## Exercise description
Throughout the listing that follows, find each line with the word "MqttProtocolVersion" and copy it.
─── Provided information
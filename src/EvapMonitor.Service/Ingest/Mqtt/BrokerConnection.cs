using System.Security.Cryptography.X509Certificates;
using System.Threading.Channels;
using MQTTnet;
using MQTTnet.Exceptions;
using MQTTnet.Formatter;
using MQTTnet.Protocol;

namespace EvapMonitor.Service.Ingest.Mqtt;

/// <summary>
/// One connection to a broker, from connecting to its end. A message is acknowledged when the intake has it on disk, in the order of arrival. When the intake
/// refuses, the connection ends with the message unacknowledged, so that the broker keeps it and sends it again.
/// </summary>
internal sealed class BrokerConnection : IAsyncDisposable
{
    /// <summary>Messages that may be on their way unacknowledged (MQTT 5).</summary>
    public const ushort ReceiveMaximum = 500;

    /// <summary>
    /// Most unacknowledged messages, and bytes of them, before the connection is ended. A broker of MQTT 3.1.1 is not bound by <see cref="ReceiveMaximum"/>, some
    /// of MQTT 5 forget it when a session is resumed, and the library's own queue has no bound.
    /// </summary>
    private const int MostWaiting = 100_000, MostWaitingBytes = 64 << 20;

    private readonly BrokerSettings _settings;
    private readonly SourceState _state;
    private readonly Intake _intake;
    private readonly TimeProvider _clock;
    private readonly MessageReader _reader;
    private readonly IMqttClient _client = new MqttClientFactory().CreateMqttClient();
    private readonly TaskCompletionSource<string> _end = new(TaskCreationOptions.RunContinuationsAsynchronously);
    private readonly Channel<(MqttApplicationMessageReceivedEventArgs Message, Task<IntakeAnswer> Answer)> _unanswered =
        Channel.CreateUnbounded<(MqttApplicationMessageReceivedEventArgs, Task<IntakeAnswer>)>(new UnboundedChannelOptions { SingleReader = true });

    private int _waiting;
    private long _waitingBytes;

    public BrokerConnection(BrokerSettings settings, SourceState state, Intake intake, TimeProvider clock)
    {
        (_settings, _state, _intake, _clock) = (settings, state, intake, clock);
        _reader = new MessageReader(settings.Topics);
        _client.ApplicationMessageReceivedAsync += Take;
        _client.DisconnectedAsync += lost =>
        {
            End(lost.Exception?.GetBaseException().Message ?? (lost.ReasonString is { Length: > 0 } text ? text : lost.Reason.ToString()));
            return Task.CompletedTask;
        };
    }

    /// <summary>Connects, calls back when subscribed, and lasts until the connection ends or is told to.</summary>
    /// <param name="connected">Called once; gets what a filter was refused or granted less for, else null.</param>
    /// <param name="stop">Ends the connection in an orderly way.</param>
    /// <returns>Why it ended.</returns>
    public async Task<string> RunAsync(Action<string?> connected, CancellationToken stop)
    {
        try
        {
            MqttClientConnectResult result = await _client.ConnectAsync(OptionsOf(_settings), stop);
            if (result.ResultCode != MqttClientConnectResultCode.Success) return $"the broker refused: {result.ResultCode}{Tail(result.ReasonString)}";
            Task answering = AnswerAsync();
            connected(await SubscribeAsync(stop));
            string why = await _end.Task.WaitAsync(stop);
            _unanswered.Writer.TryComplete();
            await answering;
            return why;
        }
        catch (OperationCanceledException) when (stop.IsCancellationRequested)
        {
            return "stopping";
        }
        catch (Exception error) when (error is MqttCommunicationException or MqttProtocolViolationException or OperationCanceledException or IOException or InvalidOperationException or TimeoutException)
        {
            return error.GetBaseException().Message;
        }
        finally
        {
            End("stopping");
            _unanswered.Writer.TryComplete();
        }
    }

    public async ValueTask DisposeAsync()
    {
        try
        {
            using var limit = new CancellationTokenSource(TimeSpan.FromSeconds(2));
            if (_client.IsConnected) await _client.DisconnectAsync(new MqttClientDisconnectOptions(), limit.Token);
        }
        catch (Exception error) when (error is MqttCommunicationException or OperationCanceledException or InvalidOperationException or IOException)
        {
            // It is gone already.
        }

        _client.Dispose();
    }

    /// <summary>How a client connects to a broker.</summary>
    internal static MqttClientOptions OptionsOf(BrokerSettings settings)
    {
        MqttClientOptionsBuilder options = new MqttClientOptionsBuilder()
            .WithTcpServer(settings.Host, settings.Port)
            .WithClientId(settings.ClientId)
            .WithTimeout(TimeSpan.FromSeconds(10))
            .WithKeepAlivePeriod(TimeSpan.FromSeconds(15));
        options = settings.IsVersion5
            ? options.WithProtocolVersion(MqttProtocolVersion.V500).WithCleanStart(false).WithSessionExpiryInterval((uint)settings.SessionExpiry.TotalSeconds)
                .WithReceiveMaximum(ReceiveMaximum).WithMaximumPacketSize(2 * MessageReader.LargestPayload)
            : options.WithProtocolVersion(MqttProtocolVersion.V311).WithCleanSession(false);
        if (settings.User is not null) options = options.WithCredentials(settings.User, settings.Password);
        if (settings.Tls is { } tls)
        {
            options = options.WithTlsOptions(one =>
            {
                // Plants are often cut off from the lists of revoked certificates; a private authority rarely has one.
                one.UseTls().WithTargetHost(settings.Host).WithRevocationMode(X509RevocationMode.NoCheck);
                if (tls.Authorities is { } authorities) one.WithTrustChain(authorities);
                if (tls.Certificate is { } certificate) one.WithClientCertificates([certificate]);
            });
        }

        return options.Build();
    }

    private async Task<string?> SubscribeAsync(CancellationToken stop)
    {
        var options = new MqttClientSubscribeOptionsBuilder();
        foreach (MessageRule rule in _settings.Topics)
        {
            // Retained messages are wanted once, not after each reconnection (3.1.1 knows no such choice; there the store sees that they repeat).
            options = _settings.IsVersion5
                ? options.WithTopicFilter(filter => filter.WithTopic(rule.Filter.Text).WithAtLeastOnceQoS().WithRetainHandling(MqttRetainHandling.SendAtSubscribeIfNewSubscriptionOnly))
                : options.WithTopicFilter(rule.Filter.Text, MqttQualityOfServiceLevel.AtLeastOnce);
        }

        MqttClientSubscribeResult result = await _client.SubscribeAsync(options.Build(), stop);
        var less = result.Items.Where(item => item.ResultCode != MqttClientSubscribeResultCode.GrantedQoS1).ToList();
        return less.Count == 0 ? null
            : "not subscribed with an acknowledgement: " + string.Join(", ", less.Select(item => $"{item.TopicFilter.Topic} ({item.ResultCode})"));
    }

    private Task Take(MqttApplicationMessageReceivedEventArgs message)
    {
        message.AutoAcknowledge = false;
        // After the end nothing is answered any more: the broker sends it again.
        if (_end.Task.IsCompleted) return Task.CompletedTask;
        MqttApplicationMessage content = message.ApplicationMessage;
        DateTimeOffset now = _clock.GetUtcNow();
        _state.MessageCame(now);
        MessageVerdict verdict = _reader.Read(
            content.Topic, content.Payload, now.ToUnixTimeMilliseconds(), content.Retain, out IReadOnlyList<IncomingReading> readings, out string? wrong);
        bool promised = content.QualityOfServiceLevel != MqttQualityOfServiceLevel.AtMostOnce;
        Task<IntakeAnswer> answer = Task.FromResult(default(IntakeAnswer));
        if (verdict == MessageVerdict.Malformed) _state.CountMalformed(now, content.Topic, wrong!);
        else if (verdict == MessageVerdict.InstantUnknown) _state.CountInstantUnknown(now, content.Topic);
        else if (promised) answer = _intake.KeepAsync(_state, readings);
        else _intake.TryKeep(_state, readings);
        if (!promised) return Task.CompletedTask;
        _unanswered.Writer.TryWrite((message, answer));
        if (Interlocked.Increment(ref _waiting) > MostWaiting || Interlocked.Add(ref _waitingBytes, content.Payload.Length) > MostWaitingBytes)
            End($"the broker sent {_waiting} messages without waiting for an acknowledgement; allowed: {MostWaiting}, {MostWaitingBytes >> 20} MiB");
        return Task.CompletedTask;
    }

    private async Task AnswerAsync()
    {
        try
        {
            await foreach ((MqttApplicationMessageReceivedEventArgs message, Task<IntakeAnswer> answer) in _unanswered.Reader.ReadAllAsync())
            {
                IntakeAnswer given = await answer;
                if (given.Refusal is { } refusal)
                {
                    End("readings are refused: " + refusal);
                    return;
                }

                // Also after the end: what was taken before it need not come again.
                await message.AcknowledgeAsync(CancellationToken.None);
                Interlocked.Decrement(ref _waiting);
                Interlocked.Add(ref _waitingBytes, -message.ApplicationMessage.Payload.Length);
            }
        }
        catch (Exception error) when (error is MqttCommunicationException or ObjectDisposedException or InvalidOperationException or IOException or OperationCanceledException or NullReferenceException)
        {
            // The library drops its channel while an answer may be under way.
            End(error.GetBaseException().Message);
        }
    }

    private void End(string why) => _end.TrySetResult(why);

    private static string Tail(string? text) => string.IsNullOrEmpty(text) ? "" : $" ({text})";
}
──────
## Response below
            ? options.WithProtocolVersion(MqttProtocolVersion.V500).WithCleanStart(false).WithSessionExpiryInterval((uint)settings.SessionExpiry.TotalSeconds)
            : options.WithProtocolVersion(MqttProtocolVersion.V311).WithCleanSession(false);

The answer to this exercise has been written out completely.